*** Dataset ***
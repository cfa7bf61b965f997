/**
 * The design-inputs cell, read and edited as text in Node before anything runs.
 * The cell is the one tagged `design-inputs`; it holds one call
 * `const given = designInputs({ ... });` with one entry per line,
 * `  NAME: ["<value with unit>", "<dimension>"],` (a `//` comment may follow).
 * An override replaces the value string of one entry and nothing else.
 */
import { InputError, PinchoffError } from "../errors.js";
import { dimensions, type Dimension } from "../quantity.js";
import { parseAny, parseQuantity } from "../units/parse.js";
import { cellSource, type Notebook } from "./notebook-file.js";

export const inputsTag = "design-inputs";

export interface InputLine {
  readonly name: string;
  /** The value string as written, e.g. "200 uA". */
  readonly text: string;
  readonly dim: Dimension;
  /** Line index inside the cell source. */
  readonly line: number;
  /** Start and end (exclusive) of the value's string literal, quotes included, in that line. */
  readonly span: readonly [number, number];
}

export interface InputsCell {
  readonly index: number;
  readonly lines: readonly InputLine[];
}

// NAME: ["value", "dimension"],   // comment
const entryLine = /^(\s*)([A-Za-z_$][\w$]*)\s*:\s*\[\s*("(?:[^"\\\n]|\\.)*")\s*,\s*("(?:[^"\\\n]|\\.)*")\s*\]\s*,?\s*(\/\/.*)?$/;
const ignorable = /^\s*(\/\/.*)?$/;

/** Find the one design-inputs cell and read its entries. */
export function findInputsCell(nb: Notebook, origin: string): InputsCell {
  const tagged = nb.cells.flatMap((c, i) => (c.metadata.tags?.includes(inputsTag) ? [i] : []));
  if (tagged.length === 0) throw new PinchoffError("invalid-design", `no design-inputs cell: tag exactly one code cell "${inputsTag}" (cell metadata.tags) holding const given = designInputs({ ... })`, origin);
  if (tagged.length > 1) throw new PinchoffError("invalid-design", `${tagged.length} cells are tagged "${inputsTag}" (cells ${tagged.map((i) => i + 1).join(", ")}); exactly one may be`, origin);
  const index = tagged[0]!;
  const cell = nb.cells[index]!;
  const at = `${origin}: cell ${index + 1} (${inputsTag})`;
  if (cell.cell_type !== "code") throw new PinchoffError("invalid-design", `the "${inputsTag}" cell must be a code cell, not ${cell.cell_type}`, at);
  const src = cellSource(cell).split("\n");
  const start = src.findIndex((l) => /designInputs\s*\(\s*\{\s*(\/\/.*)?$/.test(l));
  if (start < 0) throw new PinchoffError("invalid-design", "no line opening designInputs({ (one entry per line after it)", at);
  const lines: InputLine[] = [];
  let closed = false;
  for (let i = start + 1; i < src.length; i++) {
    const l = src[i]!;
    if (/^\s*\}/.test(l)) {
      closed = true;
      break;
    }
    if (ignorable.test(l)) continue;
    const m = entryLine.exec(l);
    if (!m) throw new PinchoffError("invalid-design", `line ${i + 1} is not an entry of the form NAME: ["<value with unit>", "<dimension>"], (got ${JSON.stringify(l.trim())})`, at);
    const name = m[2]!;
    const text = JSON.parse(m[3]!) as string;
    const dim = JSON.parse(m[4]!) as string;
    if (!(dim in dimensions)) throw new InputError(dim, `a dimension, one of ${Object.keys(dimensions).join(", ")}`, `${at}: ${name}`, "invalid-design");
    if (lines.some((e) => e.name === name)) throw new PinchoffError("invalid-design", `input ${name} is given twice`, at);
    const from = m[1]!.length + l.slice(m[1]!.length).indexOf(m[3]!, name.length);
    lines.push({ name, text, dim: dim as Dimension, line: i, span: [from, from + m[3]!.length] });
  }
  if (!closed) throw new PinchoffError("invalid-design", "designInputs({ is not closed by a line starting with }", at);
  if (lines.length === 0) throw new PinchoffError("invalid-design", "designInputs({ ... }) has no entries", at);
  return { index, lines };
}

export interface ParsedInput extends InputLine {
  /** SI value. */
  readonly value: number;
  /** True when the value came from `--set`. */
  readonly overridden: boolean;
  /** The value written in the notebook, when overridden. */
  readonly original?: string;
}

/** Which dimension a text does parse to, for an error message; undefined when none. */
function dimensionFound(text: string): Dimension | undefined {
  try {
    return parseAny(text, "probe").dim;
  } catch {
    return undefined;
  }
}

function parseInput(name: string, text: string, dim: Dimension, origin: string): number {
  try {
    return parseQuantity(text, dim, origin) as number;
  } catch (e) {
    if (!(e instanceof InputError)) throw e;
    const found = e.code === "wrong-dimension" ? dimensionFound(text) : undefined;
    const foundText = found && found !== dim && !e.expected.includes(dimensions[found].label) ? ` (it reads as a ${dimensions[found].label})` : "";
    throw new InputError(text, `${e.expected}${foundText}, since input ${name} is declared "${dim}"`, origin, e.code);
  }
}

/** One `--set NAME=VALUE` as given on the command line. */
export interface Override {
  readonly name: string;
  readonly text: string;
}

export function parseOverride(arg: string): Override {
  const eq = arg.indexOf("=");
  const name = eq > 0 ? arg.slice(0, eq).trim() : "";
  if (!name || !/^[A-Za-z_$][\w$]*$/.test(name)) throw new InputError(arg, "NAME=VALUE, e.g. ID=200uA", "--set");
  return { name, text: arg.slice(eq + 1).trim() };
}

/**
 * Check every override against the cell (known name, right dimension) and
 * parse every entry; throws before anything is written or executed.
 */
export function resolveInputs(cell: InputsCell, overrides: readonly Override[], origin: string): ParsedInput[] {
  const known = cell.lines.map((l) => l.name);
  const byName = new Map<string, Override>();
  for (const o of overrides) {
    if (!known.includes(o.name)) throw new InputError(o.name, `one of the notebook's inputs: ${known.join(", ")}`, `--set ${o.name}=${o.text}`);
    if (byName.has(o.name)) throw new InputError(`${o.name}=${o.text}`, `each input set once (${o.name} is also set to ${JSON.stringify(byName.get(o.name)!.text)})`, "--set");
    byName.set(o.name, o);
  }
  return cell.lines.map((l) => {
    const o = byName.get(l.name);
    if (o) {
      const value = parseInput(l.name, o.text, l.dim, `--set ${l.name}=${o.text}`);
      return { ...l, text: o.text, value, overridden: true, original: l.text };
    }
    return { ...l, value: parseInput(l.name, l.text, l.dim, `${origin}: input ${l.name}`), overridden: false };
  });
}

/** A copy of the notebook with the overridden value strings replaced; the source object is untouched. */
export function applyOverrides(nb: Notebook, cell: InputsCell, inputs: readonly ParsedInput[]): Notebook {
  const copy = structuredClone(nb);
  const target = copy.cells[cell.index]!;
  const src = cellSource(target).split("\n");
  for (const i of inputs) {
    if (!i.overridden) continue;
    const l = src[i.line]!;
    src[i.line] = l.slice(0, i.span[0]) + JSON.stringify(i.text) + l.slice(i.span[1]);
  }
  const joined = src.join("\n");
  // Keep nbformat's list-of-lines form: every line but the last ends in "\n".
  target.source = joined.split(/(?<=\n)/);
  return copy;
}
*** End of Dataset ***
*** Dataset ***
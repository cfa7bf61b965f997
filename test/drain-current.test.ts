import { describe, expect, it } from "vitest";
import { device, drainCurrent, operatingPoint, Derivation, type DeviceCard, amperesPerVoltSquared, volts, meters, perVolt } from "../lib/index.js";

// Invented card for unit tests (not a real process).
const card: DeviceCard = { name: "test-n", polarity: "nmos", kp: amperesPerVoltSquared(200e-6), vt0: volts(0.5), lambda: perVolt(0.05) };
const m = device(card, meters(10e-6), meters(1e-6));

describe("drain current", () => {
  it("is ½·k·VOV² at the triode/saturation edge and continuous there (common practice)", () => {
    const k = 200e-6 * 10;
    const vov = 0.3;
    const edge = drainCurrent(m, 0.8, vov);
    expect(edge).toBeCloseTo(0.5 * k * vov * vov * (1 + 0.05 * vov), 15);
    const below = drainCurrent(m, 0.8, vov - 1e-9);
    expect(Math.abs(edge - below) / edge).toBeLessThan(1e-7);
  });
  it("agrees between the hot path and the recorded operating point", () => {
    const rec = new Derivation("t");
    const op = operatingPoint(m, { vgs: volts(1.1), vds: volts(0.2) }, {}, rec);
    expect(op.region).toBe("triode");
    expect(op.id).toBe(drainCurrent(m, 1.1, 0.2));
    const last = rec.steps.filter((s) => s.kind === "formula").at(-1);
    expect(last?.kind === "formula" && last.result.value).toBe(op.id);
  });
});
*** End of Dataset ***
• [Problem]:
In the entries above, the lines between the one holding "const vov = 0.3;" and the one holding "expect(op.id).toBe(drainCurrent(m, 1.1, 0.2));", inclusive, are to be printed exactly as written, and those alone.

• [Task answer]:
    const vov = 0.3;
    const edge = drainCurrent(m, 0.8, vov);
    expect(edge).toBeCloseTo(0.5 * k * vov * vov * (1 + 0.05 * vov), 15);
    const below = drainCurrent(m, 0.8, vov - 1e-9);
    expect(Math.abs(edge - below) / edge).toBeLessThan(1e-7);
  });
  it("agrees between the hot path and the recorded operating point", () => {
    const rec = new Derivation("t");
    const op = operatingPoint(m, { vgs: volts(1.1), vds: volts(0.2) }, {}, rec);
    expect(op.region).toBe("triode");
    expect(op.id).toBe(drainCurrent(m, 1.1, 0.2));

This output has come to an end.